Authors: Christian Kasey, Mounir Zerrad, Yiwei Li, Gavin Williams, North Carolina State University; Ashton Cropp, Virginia Commonwealth University
Published: ACS Synthetic Biology
DOI: 10.1021/acssynbio.7b00287
Abstract:
Macrolides are a large group of natural products that display broad and potent biological activities and are biosynthesized by type I polyketide synthases (PKSs) and associated enzymatic machinery. There is an urgent need to access macrolides and unnatural macrolide derivatives for drug discovery, drug manufacture, and probe development.
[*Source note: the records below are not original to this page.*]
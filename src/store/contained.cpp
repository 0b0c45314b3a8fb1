// A forked child for reading that may crash (see contained.hpp).
#include "contained.hpp"

#include <fcntl.h>
#include <poll.h>
#include <signal.h>
#include <sys/wait.h>
#include <unistd.h>

#include <cerrno>
#include <chrono>
#include <cstdlib>
#include <cstring>
#include <initializer_list>

#include "freegap/errors.hpp"

namespace freegap::store::contained {
namespace {

void write_all(int fd, const std::string& text) {
  std::size_t done = 0;
  while (done < text.size()) {
    const ssize_t n = ::write(fd, text.data() + done, text.size() - done);
    if (n < 0 && errno == EINTR) continue;
    if (n <= 0) ::_exit(3);  // the parent is gone: nobody needs the rest
    done += static_cast<std::size_t>(n);
  }
}

// The last line of a child whose body returned: anything else means it did not finish.
constexpr const char* kDone =
    "\x04"
    "done";

}  // namespace

double stall_limit() {
  if (const char* text = std::getenv("FREEGAP_CHECK_STALL_SECONDS"); text && *text) {
    char* rest = nullptr;
    const double v = std::strtod(text, &rest);
    if (rest && *rest == '\0' && v > 0) return v;
  }
  // Generous: a large file on a slow shared file system, or a loaded node, must not be taken for
  // a damaged one (5 s was seen to refuse good files under load and under the sanitizers).
  return 60.0;
}

std::string signal_text(int signal) {
  const char* abbrev = sigabbrev_np(signal);
  return "signal " + std::to_string(signal) +
         (abbrev != nullptr ? std::string(" (SIG") + abbrev + ")" : std::string());
}

Outcome run(const std::function<void(const Emit&)>& body, double stall_seconds) {
  int fds[2];
  if (::pipe2(fds, O_CLOEXEC) != 0) {
    throw Error(std::string("cannot start the process that checks a run file (pipe: ") +
                std::strerror(errno) + ")");
  }
  const pid_t pid = ::fork();
  if (pid < 0) {
    const int error = errno;
    ::close(fds[0]);
    ::close(fds[1]);
    throw Error(std::string("cannot start the process that checks a run file (fork: ") +
                std::strerror(error) + ")");
  }
  if (pid == 0) {
    ::close(fds[0]);
    // A crash here must end only this process, by its signal, so that the parent can name it:
    // handlers another library installed (a sanitizer's, which would print and exit instead)
    // are put back to the default.
    ::signal(SIGPIPE, SIG_DFL);
    for (const int s : {SIGSEGV, SIGBUS, SIGFPE, SIGILL, SIGABRT}) ::signal(s, SIG_DFL);
    const Emit emit = [fd = fds[1]](const std::string& line) {
      std::string clean = line;
      for (char& c : clean) {
        if (c == '\n' || c == '\r') c = ' ';
      }
      write_all(fd, clean + "\n");
    };
    try {
      body(emit);
    } catch (...) {
      ::_exit(4);  // the body reports its own errors; this is a bug, seen as "lost"
    }
    write_all(fds[1], std::string(kDone) + "\n");
    ::_exit(0);  // no atexit handlers: they belong to the parent (MPI, HDF5)
  }
  ::close(fds[1]);
  Outcome out;
  out.stall_seconds = stall_seconds;
  std::string pending;
  bool stalled = false;
  const int stall_ms = static_cast<int>(stall_seconds * 1000.0);
  while (true) {
    pollfd p{fds[0], POLLIN, 0};
    const int ready = ::poll(&p, 1, stall_ms);
    if (ready < 0 && errno == EINTR) continue;
    if (ready == 0) {
      stalled = true;
      ::kill(pid, SIGKILL);
      break;
    }
    char buffer[4096];
    const ssize_t n = ::read(fds[0], buffer, sizeof buffer);
    if (n < 0 && errno == EINTR) continue;
    if (n <= 0) break;
    pending.append(buffer, static_cast<std::size_t>(n));
    std::string::size_type end;
    while ((end = pending.find('\n')) != std::string::npos) {
      out.lines.push_back(pending.substr(0, end));
      pending.erase(0, end + 1);
    }
  }
  ::close(fds[0]);
  int status = 0;
  while (::waitpid(pid, &status, 0) < 0 && errno == EINTR) {
  }
  if (stalled) {
    out.kind = Outcome::Kind::stalled;
  } else if (WIFSIGNALED(status)) {
    out.kind = Outcome::Kind::signalled;
    out.signal = WTERMSIG(status);
  } else if (WIFEXITED(status) && WEXITSTATUS(status) == 0 && !out.lines.empty() &&
             out.lines.back() == kDone) {
    out.lines.pop_back();
    out.kind = Outcome::Kind::finished;
  } else {
    out.kind = Outcome::Kind::lost;
  }
  return out;
}

}  // namespace freegap::store::contained
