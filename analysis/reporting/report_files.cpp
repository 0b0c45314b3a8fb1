// Writing a report directory: CSV tables, the HDF5 copy of the tables, the figures, all or nothing.
#include <spawn.h>
#include <sys/wait.h>

#include <cerrno>
#include <cstring>
#include <filesystem>
#include <fstream>

#include "freegap/analysis/reporting/report.hpp"
#include "freegap/errors.hpp"
#include "freegap/install_paths.hpp"
#include "freegap/output_dir.hpp"
#include "freegap/stop.hpp"
#include "freegap/store.hpp"
#include "freegap/version.hpp"

extern char** environ;

namespace freegap::analysis {

namespace fs = std::filesystem;

namespace {

void write_text(const fs::path& path, const std::string& text) {
  std::ofstream out(path, std::ios::binary);
  out << text;
  out.close();
  if (!out) throw Error("report: cannot write '" + path.string() + "': " + std::strerror(errno));
}

// The HDF5 copy of the tables, through the store: /tables/<name>/<column>, numbers as float64,
// text as UTF-8 strings; the attributes say what wrote the file.
void write_hdf5(const fs::path& path, const std::vector<Table>& tables) {
  std::vector<store::TableData> data;
  for (const Table& t : tables) {
    store::TableData d{t.name, {}};
    for (std::size_t c = 0; c < t.columns.size(); ++c) {
      store::TableColumn column;
      column.name = t.columns[c];
      column.text = !t.rows.empty() && std::holds_alternative<std::string>(t.rows.front()[c]);
      for (const auto& row : t.rows) {
        if (column.text) {
          column.texts.push_back(std::get<std::string>(row[c]));
        } else {
          column.numbers.push_back(std::get<double>(row[c]));
        }
      }
      d.columns.push_back(std::move(column));
    }
    data.push_back(std::move(d));
  }
  try {
    store::write_tables(path.string(),
                        {{"kind", "freegap report"},
                         {"tool_version", tool_version},
                         {"git_revision", git_revision}},
                        data);
  } catch (const Error& e) {
    throw Error(std::string("report: ") + e.what());
  }
}

// Runs argv, waits; returns its exit status, or throws when it cannot start.
int run_program(const std::vector<std::string>& argv) {
  std::vector<char*> args;
  for (const auto& a : argv) args.push_back(const_cast<char*>(a.c_str()));
  args.push_back(nullptr);
  pid_t pid = 0;
  const int rc = posix_spawnp(&pid, args[0], nullptr, nullptr, args.data(), environ);
  if (rc != 0) throw Error("report: cannot start '" + argv[0] + "': " + std::strerror(rc));
  int status = 0;
  while (waitpid(pid, &status, 0) < 0) {
    if (errno != EINTR) throw Error("report: waiting for '" + argv[0] + "' failed");
  }
  return WIFEXITED(status) ? WEXITSTATUS(status) : 128 + WTERMSIG(status);
}

// The figures (figures/*.png, *.svg) of a report whose tables are already in `tmp`.
void draw_figures(const fs::path& tmp, const Report& report, const ReportOptions& options) {
  std::error_code ec;
  fs::create_directories(tmp / "figures", ec);
  if (ec) throw Error("report: cannot create '" + (tmp / "figures").string() + "': " + ec.message());
  const std::string script = options.plot_script.empty()
                                 ? install_paths::analysis_script("plot_report.py")
                                 : options.plot_script;
  if (!fs::exists(script, ec)) {
    throw Error("report: the figure script '" + script + "' is missing; use --no-figures");
  }
  const int rc = run_program({options.python, script, tmp.string()});
  if (rc != 0) {
    throw Error("report: drawing the figures failed (" + options.python + " " + script +
                " exited with " + std::to_string(rc) +
                "); it needs Debian's python3-matplotlib, or use --no-figures");
  }
  const std::string estimators = fs::path(script).parent_path() / "plot_estimators.py";
  for (const auto& [name, text] : report.files) {
    if (name.rfind("estimators_run", 0) != 0) continue;
    const std::string stem = (tmp / "figures" / fs::path(name).stem()).string();
    const int erc = run_program({options.python, estimators, (tmp / name).string(), stem});
    if (erc != 0) {
      throw Error("report: drawing the estimator figure failed (" + estimators +
                  " exited with " + std::to_string(erc) + "); use --no-figures");
    }
  }
}

fs::path default_dir(const std::string& first) {
  const fs::path p(first);
  return p.parent_path() / (p.stem().string() + "-report");
}

}  // namespace

std::string write_report(const std::vector<std::string>& run_files, const ReportOptions& options,
                         Report* built) {
  const fs::path dir =
      options.output_dir.empty() ? default_dir(run_files.at(0)) : fs::path(options.output_dir);
  // Refused before any work when the directory holds anything freegap did not write there.
  output_dir::check_replaceable(dir, "report", "-o");
  const Report report = build_report(run_files, options);

  // Everything goes into a staging sibling first; it replaces `dir` only when complete.
  output_dir::Staged staged(dir, "report", "-o");
  const fs::path& tmp = staged.path();
  write_text(tmp / "report.md", report.markdown);
  for (const Table& t : report.tables) write_text(tmp / (t.name + ".csv"), to_csv(t));
  for (const auto& [name, text] : report.files) write_text(tmp / name, text);
  write_hdf5(tmp / "report.h5", report.tables);
  if (options.figures) draw_figures(tmp, report, options);
  check_stop();  // a stop request while the figures were drawn: nothing is put in place
  staged.commit();
  if (built) *built = report;
  return dir.string();
}

}  // namespace freegap::analysis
Typically, efforts to engineer the biosynthesis of macrolides and macrolide analogues in various microbial hosts are hampered by the complexity of macrolide biosynthetic pathways and our limited ability to rationally reprogram type I PKSs and post-PKS machinery. High-throughput approaches based on synthetic biology and directed evolution could overcome this problem by testing the function of large libraries of variants. Yet, methods that can identify mutant enzymes, pathways, and strains that produce the desired macrolide target are not generally available. Here we show that the promiscuous macrolide sensing transcription factor MphR is a powerful platform for engineering variants with tailored properties. We identified variants that displayed improved sensitivity towards erythromycin, tailored the inducer specificity, and significantly improved sensitivity to macrolides that were very poor inducers of the wild-type MphR biosensor. Designer macrolide biosensors should find broad utility and enable applications related to high throughput synthetic biology and directed evolution of macrolide biosynthesis.